USUT TERUS: Nyoman Tirtawan saat diwawancarai awak media di Mapolda Bali kemarin. (ISTIMEWA)

BALI EXPRESS, DENPASAR – Anggota DPRD Bali Nyoman Tirtawan terus getol berupaya agar jaringan mafia Tiongkok yang merusak pariwisata Bali diberangus. Sempat melaporkan jariangan mafia Tiongkok, penggunaan simbol negara yaitu burung garuda sebagai stempel dan BTB Bali, dia kemarin (7/11) mendatangi Mapolda Bali, mempertanyakan laporannya. “Saya mempertanyakan laporan saya beberapa waktu silam, seperti apa perkembangannya,” jelas Tirtawan usai mendatangi Mapolda Bali kemarin.

Tirtawan mengatakan, terkait perkembangan kasus yang diadukannya bersama Pembina LSM Forum Peduli Masyarakat Kecil (FPMK) Gede Suardana 29 Oktober lalu, Tirtawan mengatakan, hal tersebut sedang diproses oleh Polda Bali. Bahkan jika seminggu ini tidak ada hasil, dirinya akan datang lagi ke Polda Bali.

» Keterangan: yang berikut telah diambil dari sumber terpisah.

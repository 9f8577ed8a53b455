import { Check, CloudOff, TriangleAlert } from "lucide-react";
import type { ReactNode } from "react";
import { classNames } from "../class-names";
import { Spinner } from "./spinner";

export type SaveStateValue =
  | { state: "idle" }
  | { state: "saving" }
  /** The time as it is shown, such as 10:42:03. */
  | { state: "saved"; at: string }
  /** The server did not take it; it is kept here and sent again. */
  | { state: "not saved"; waiting?: number }
  | { state: "offline"; waiting?: number };

/** Whether what was typed has reached the server. Changes are read out politely. */
export function SaveState({ value, action }: { value: SaveStateValue; action?: ReactNode }) {
  const { icon, ink, text } = lookOf(value);
  return (
    <span className="inline-flex items-center gap-2">
      <span role="status" className={classNames("inline-flex items-center gap-1.5 text-small", ink)}>
        {icon}
        <span>{text}</span>
      </span>
      {action}
    </span>
  );
}

function lookOf(value: SaveStateValue): { icon: ReactNode; ink: string; text: string } {
  if (value.state === "idle") return { icon: null, ink: "text-ink-2", text: "" };
  if (value.state === "saving") return { icon: <Spinner />, ink: "text-ink-2", text: "saving" };
  if (value.state === "saved")
    return { icon: <Check aria-hidden="true" size={14} />, ink: "text-ink-2", text: `saved ${value.at}` };
  const waiting = value.waiting ? `, ${value.waiting} waiting` : "";
  if (value.state === "offline") {
    const text = `offline: kept on this device${waiting}`;
    return { icon: <CloudOff aria-hidden="true" size={14} />, ink: "text-held font-medium", text };
  }
  const text = `not saved: kept on this device${waiting}`;
  return { icon: <TriangleAlert aria-hidden="true" size={14} />, ink: "text-out font-medium", text };
}
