import type { Metadata } from "next";
import { currentContext } from "@/auth/current-actor";
import { authorize } from "@/data/access/authorize";
import { answerPage } from "@/data/edge/answer-page";
import { listToleranceClasses } from "@/data/tolerance-classes";
import { setToleranceClassRetiredAction } from "@/features/tolerance-classes/actions";
import { formatQuantity } from "@/format/format-number";
import { ActionButton } from "@/ui/form/action-button";
import { ButtonLink } from "@/ui/layout/button-link";
import { DataTable } from "@/ui/layout/data-table";
import { EmptyState } from "@/ui/layout/empty-state";
import { PageHeader } from "@/ui/layout/page-header";
import { Sheet } from "@/ui/layout/sheet";
import { SettingsTabs } from "../settings-tabs";

export const metadata: Metadata = { title: "Tolerance classes" };

export default async function ClassesPage() {
  const context = await currentContext();
  await answerPage(authorize(context, "addToleranceClass"));
  const classes = await answerPage(listToleranceClasses(context, { withRetired: true }));
  return (
    <>
      <PageHeader
        title="Lab settings"
        actions={
          <ButtonLink href="/settings/classes/new" kind="primary">
            Add a class
          </ButtonLink>
        }
      />
      <SettingsTabs />
      <Sheet
        title="Tolerance classes"
        note="a change is a new revision; certificates keep theirs"
        padding="none"
      >
        <DataTable
          caption="Tolerance classes"
          rows={classes}
          rowKey={({ toleranceClassId }) => toleranceClassId}
          rowHref={({ toleranceClassId }) => `/settings/classes/${toleranceClassId}`}
          columns={[
            { key: "name", head: "Class", cell: ({ name }) => name },
            { key: "revision", head: "Revision", align: "right", cell: ({ latest }) => latest.revision },
            {
              key: "static",
              head: "Static flow spread",
              align: "right",
              cell: ({ latest }) => formatQuantity(latest.staticSpreadPercent, "tolerance"),
            },
            {
              key: "dead",
              head: "Dead time range",
              align: "right",
              cell: ({ latest }) => formatQuantity(latest.deadTimeRangeMs, "deadTime"),
            },
            {
              key: "limits",
              head: "Spread at widths",
              wrap: true,
              cell: ({ latest }) =>
                latest.spreadLimits
                  .map(
                    ({ fromPulseWidthMs, spreadPercent }) =>
                      `${formatQuantity(spreadPercent, "tolerance")} from ${formatQuantity(fromPulseWidthMs, "pulseWidth")}`,
                  )
                  .join(", "),
            },
            { key: "sets", head: "Sets", align: "right", cell: ({ setCount }) => setCount },
            {
              key: "state",
              head: "State",
              cell: ({ toleranceClassId, retired }) => (
                <span className="flex items-center gap-3">
                  {retired ? "retired" : "in use"}
                  <ActionButton
                    action={setToleranceClassRetiredAction}
                    fields={{ toleranceClassId, retired: String(!retired) }}
                    size="small"
                    busyLabel="Saving"
                  >
                    {retired ? "Take back" : "Retire"}
                  </ActionButton>
                </span>
              ),
            },
          ]}
          empty={<EmptyState title="No class yet">A set is judged by one: add the lab's first.</EmptyState>}
        />
      </Sheet>
    </>
  );
}
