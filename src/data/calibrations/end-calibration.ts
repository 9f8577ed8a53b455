import "server-only";
import { eq } from "drizzle-orm";
import type { Transaction } from "../../db/client";
import { recordNow } from "../../db/columns";
import { calibrations } from "../../db/schema/calibrations";
import type { CalibrationEnd } from "../../db/vocabulary";
import type { Context } from "../access/actor";
import { requirePerson } from "../access/authorize";

type Ending = { as: CalibrationEnd; reason: string; at?: Date };

/** A calibration goes out of force before its day, now or at the moment it was replaced: who and why stay on it. */
export async function endCalibration(
  transaction: Transaction,
  context: Context,
  calibrationId: string,
  { as, reason, at }: Ending,
): Promise<void> {
  await transaction
    .update(calibrations)
    .set({
      endedAs: as,
      endedAt: at ?? recordNow,
      endedBy: requirePerson(context).personId,
      endedReason: reason,
    })
    .where(eq(calibrations.id, calibrationId));
}
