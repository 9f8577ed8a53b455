import { CircleAlert, CircleX, Info, TriangleAlert } from "lucide-react";
import type { ReactNode } from "react";
import { classNames } from "../class-names";

export type NoticeKind = "info" | "caution" | "refusal" | "error";

type Props = {
  kind?: NoticeKind;
  title?: ReactNode;
  children?: ReactNode;
  /** A step that helps, such as "Try again". */
  action?: ReactNode;
  /** Read out at once when it appears after something was done. */
  live?: boolean;
  className?: string;
};

const looks = {
  info: { icon: Info, stripe: "border-petrol", ground: "bg-petrol-soft/45", ink: "text-petrol", word: "" },
  caution: {
    icon: TriangleAlert,
    stripe: "border-held",
    ground: "bg-held-soft",
    ink: "text-held",
    word: "Caution: ",
  },
  refusal: { icon: CircleAlert, stripe: "border-out", ground: "bg-out-soft", ink: "text-out", word: "" },
  error: { icon: CircleX, stripe: "border-out", ground: "bg-out-soft", ink: "text-out", word: "Error: " },
};

/** A sentence in its place on the page. A refusal says what is missing; an error is ours. */
export function Notice({ kind = "info", title, children, action, live = false, className }: Props) {
  const { icon: Icon, stripe, ground, ink, word } = looks[kind];
  const urgent = kind === "refusal" || kind === "error";
  return (
    <div
      role={live ? (urgent ? "alert" : "status") : undefined}
      className={classNames(
        "flex gap-2.5 border-l-[3px] px-3 py-[9px] text-small",
        stripe,
        ground,
        className,
      )}
    >
      <Icon aria-hidden="true" size={16} className={classNames("mt-px shrink-0", ink)} />
      <div className="min-w-0 flex-1">
        <span className="sr-only">{word}</span>
        {title ? <p className="font-semibold">{title}</p> : null}
        {children}
        {action ? <div className="mt-2 flex flex-wrap gap-2">{action}</div> : null}
      </div>
    </div>
  );
}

"Kasus itu sedang diproses. Tadi saya diterima oleh Bapak Tri Joko, Bagian Reserse Mobile (Resmob) Polda Bali. Informasinya, kasus ini sedang diproses oleh Resmob,” kata Tirtawan. “Kalau seminggu lagi belum ada kejelasan, saya akan datang lagi ke Polda Bali," sambung Tirtawan.

Anggota Komisi I DPRD Bali ini mengatakan, mendesak Kapolda Bali Irjen Petrus Reinhard Golose untuk menindak tegas jaringan mafia Tiongkok di Bali. Pasalnya, jaringan ini telah merusak citra Bali serta diduga melakukan tindak pidana pelecehan simbol negara yaitu burung garuda sebagai stempel termasuk dugaan tindak pidana yang dilakukan jaringan mafia Tiongkok di Bali.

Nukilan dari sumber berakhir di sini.